Humble Crumble
Writing about our visits to the leprosy colonies and the leprosy street projects is tricky. How to not sound all humble bumble with the good works of going round visiting and trying to find out all the ways in which folk need help. I imagine it was a trial for Mother Teresa.... When we were reviewing and editing all the video footage that was to go into the final cut of a short film, there was classic minute of me sitting hunkered down on the ground talking with an elderly lady. Our hands are entwined. Her fingers are bent and her skin broken and bleeding but my diamond rings are flashing rainbow-like on my first world white hands. It was cringing to see - I clearly asked not to be in any footage but here I am gleaming with my jewels....
Trying to avoid endless video camera closeups aside, these visits made a massive impression on us and are the highlights of our trips each year. Such is the stigma and ignorance and fear still surrounding leprosy in India that anyone with the disease has to live apart from the general population. Small clusters of homes, designated as colonies where lepers may live, are dotted around the outskirts of the city. Some miles away, some hidden behind prehistoric boulders in the scrubby foothills and some now finding themselves closer to the city than solid citizens want as Hyderabad grows and sprawls.
The first surprise was how clean everything was. Streets in both the city and the smaller suburban towns are choked with garbage, are decrepit and smell rank. Here in the public colony in Nalgonda the pavements were clear, the houses and small gardens immaculate and the pervading smell was of fresh laundry drying under shady trees outside the rows of homes. Clean and bright with flowers and small children playing on the dusty sidewalks.
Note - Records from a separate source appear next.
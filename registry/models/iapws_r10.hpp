// Ice Ih, 0 < T <= 273.16 K, p <= 210 MPa, by R10-06.
//
// Source: IAPWS R10-06(2009), equations (1) to (4) with Table 2; the entropy constant s0 is the "IAPWS-95" one, for
// which the liquid at the triple point has s = u = 0:
//   g = g0(p) - s0 Tt tau + Tt Re{ r1 B1 + r2(p) B2 },  tau = T/Tt,  pi = p/pt,
//   Bk = (tk - tau) ln(tk - tau) + (tk + tau) ln(tk + tau) - 2 tk ln tk - tau^2/tk.
// With E = ln(1 - tau^2/tk^2) and D = ln((tk + tau)/(tk - tau)):
//   Bk = tk E + tau D - tau^2/tk,  dBk/dtau = D - 2 tau/tk,  Bk - tau dBk/dtau = tk E + tau^2/tk.
// A Number is real, so real and imaginary parts are written out. For tau > 0 the argument of E lies in the upper half
// plane and that of D in the lower one, so that each complex logarithm is one log and one atan without any branch.
// T in K, p in Pa, results in J/kg, J/(kg K) and m3/kg. No check of range; T > 0.
#pragma once

#include <array>
#include <cmath>

namespace entropy_ledger::registry::iapws_r10 {

inline constexpr double triple_point_temperature = 273.16; // K, R10-06 Table 1
inline constexpr double triple_point_pressure = 611.657;   // Pa
inline constexpr double normal_pressure = 101325.0;        // Pa
inline constexpr double pi0 = normal_pressure / triple_point_pressure;

namespace detail {

template <class Number>
struct Complex {
    Number re;
    Number im;
};

using Constant = Complex<double>;

// R10-06 Table 2.
inline constexpr std::array<double, 5> g0{-0.632020233335886e6, 0.655022213658955, -0.189369929326131e-7,
                                          0.339746123271053e-14, -0.556464869058991e-21}; // J/kg
inline constexpr double s0 = -0.332733756492168e4;                                        // J/(kg K)
inline constexpr Constant t1{0.368017112855051e-1, 0.510878114959572e-1};
inline constexpr Constant r1{0.447050716285388e2, 0.656876847463481e2}; // J/(kg K)
inline constexpr Constant t2{0.337315741065416, 0.335449415919309};
inline constexpr std::array<Constant, 3> r2{{{-0.725974574329220e2, -0.781008427112870e2},
                                             {-0.557107698030123e-4, 0.464578634580806e-4},
                                             {0.234801409215913e-10, -0.285651142904972e-10}}}; // J/(kg K)

constexpr Constant reciprocal(Constant z)
{
    const double square = z.re * z.re + z.im * z.im;
    return {z.re / square, -z.im / square};
}

constexpr Constant square(Constant z) { return {z.re * z.re - z.im * z.im, 2.0 * z.re * z.im}; }

inline constexpr double half_turn = 3.14159265358979323846;

// Natural logarithm of re + i im for im > 0.
template <class Number>
Complex<Number> log_upper(const Number& re, const Number& im)
{
    using std::atan;
    using std::log;
    return {0.5 * log(re * re + im * im), 0.5 * half_turn - atan(re / im)};
}

// E = ln(1 - tau^2/t^2)
template <class Number>
Complex<Number> log_product(Constant t, const Number& tau2)
{
    const Constant inverse = reciprocal(square(t));
    return log_upper<Number>(1.0 - tau2 * inverse.re, tau2 * -inverse.im);
}

// D = ln((t + tau)/(t - tau)) = ln((t + tau) conj(t - tau)) - 2 ln|t - tau|
template <class Number>
Complex<Number> log_quotient(Constant t, const Number& tau)
{
    using std::atan;
    using std::log;
    const double modulus2 = t.re * t.re + t.im * t.im;
    const Number even = modulus2 + tau * tau;
    const Number odd = 2.0 * t.re * tau;
    return {0.5 * log((even + odd) / (even - odd)),
            atan((modulus2 - tau * tau) / (2.0 * t.im * tau)) - 0.5 * half_turn};
}

template <class Number>
Complex<Number> r2_at(const Number& pi)
{
    return {r2[0].re + pi * (r2[1].re + pi * r2[2].re), r2[0].im + pi * (r2[1].im + pi * r2[2].im)};
}

template <class Number>
Complex<Number> r2_slope(const Number& pi) // d/dpi
{
    return {r2[1].re + pi * (2.0 * r2[2].re), r2[1].im + pi * (2.0 * r2[2].im)};
}

template <class Number>
Number g0_at(const Number& pi)
{
    return g0[0] + pi * (g0[1] + pi * (g0[2] + pi * (g0[3] + pi * g0[4])));
}

template <class Number>
Number g0_slope(const Number& pi) // d/dpi
{
    return g0[1] + pi * (2.0 * g0[2] + pi * (3.0 * g0[3] + pi * (4.0 * g0[4])));
}

template <class Left, class Number>
Number real_product(const Complex<Left>& a, const Complex<Number>& b)
{
    return a.re * b.re - a.im * b.im;
}

// dB/dtau
template <class Number>
Complex<Number> slope(Constant t, const Number& tau)
{
    const Constant inverse = reciprocal(t);
    const Complex<Number> d = log_quotient(t, tau);
    return {d.re - (2.0 * inverse.re) * tau, d.im - (2.0 * inverse.im) * tau};
}

// B - tau dB/dtau
template <class Number>
Complex<Number> intercept(Constant t, const Number& tau)
{
    const Number tau2 = tau * tau;
    const Constant inverse = reciprocal(t);
    const Complex<Number> e = log_product(t, tau2);
    return {t.re * e.re - t.im * e.im + inverse.re * tau2, t.re * e.im + t.im * e.re + inverse.im * tau2};
}

template <class Number>
Complex<Number> whole(Constant t, const Number& tau)
{
    const Complex<Number> i = intercept(t, tau);
    const Complex<Number> s = slope(t, tau);
    return {i.re + tau * s.re, i.im + tau * s.im};
}

// tau d2B/dtau2, with d2B/dtau2 = 2 tau^2/(t (t^2 - tau^2)); its factor tau is that of cp = -T d2g/dT2
template <class Number>
Complex<Number> curvature(Constant t, const Number& tau)
{
    const Number tau2 = tau * tau;
    const Constant t_square = square(t);
    // denominator t (t^2 - tau^2)
    const Number re = t.re * (t_square.re - tau2) - t.im * t_square.im;
    const Number im = t.re * t_square.im + t.im * (t_square.re - tau2);
    const Number factor = 2.0 * (tau * tau2) / (re * re + im * im);
    return {factor * re, -(factor * im)};
}

template <class Number>
Number reduced_pressure(const Number& p)
{
    return p * (1.0 / triple_point_pressure) - pi0;
}

} // namespace detail

template <class Number>
Number entropy(const Number& T, const Number& p)
{
    using namespace detail;
    const Number tau = T * (1.0 / triple_point_temperature);
    return s0 - real_product(r1, slope(t1, tau)) - real_product(r2_at(reduced_pressure(p)), slope(t2, tau));
}

template <class Number>
Number enthalpy(const Number& T, const Number& p)
{
    using namespace detail;
    const Number tau = T * (1.0 / triple_point_temperature);
    const Number pi = reduced_pressure(p);
    return g0_at(pi)
         + triple_point_temperature
               * (real_product(r1, intercept(t1, tau)) + real_product(r2_at(pi), intercept(t2, tau)));
}

template <class Number>
Number heat_capacity(const Number& T, const Number& p)
{
    using namespace detail;
    const Number tau = T * (1.0 / triple_point_temperature);
    return -(real_product(r1, curvature(t1, tau))
             + real_product(r2_at(reduced_pressure(p)), curvature(t2, tau)));
}

template <class Number>
Number gibbs_energy(const Number& T, const Number& p)
{
    using namespace detail;
    const Number tau = T * (1.0 / triple_point_temperature);
    const Number pi = reduced_pressure(p);
    return g0_at(pi) - s0 * T
         + triple_point_temperature
               * (real_product(r1, whole(t1, tau)) + real_product(r2_at(pi), whole(t2, tau)));
}

template <class Number>
Number volume(const Number& T, const Number& p)
{
    using namespace detail;
    const Number tau = T * (1.0 / triple_point_temperature);
    const Number pi = reduced_pressure(p);
    return (g0_slope(pi) + triple_point_temperature * real_product(r2_slope(pi), whole(t2, tau)))
         * (1.0 / triple_point_pressure);
}

} // namespace entropy_ledger::registry::iapws_r10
Inside the homes was a different story. The houses were built by the government more than 40 years ago and are now crumbling and rotting. The colony residents do their best to make do and mend but the concrete is falling in chunks from the ceiling and the water which floods each year from the nearby stream, destroys a little bit more of the fabric each monsoon season. The dampness and mould add another unhappy layer to an already burdened life. The river which is the boundary of the colony is not under their control and is a grim sludge that makes you feel unwell looking at it. Children playing fall in it, horrible illnesses ensue.
WCF is expanding the scope of its help from medicines and food to the targeted re-roofing of homes and the provision of cement and building materials. We saw this trip how the materials WCF funds had purchased have been used - sturdy new roofs, protection for the most vulnerable. We were moved to tears by the thankfulness of one family who at last have a dry home. Aaron, The Hyderabad ecclesial secretary, is co-ordinating all the work and knows who and what to prioritise. His love and care for the folk is clear.
Another important connection to make for WCF donors is that the colony at Nalgonda is the big link to the church in Hyderabad. The children of these lepers are the children at the Shunem Home. We hadn't fully realised that. It reinforced the worth of Shunem in opening up a new world of possibilities to 120 children now, and countless before them, whose parents are shut in by the bands of fear and loathing by the people around them. Opportunities for the children to flourish that were never dreamed of by their parents. “They will thrive like well-watered grass, like willows by streams of running water” Isaiah 44:4.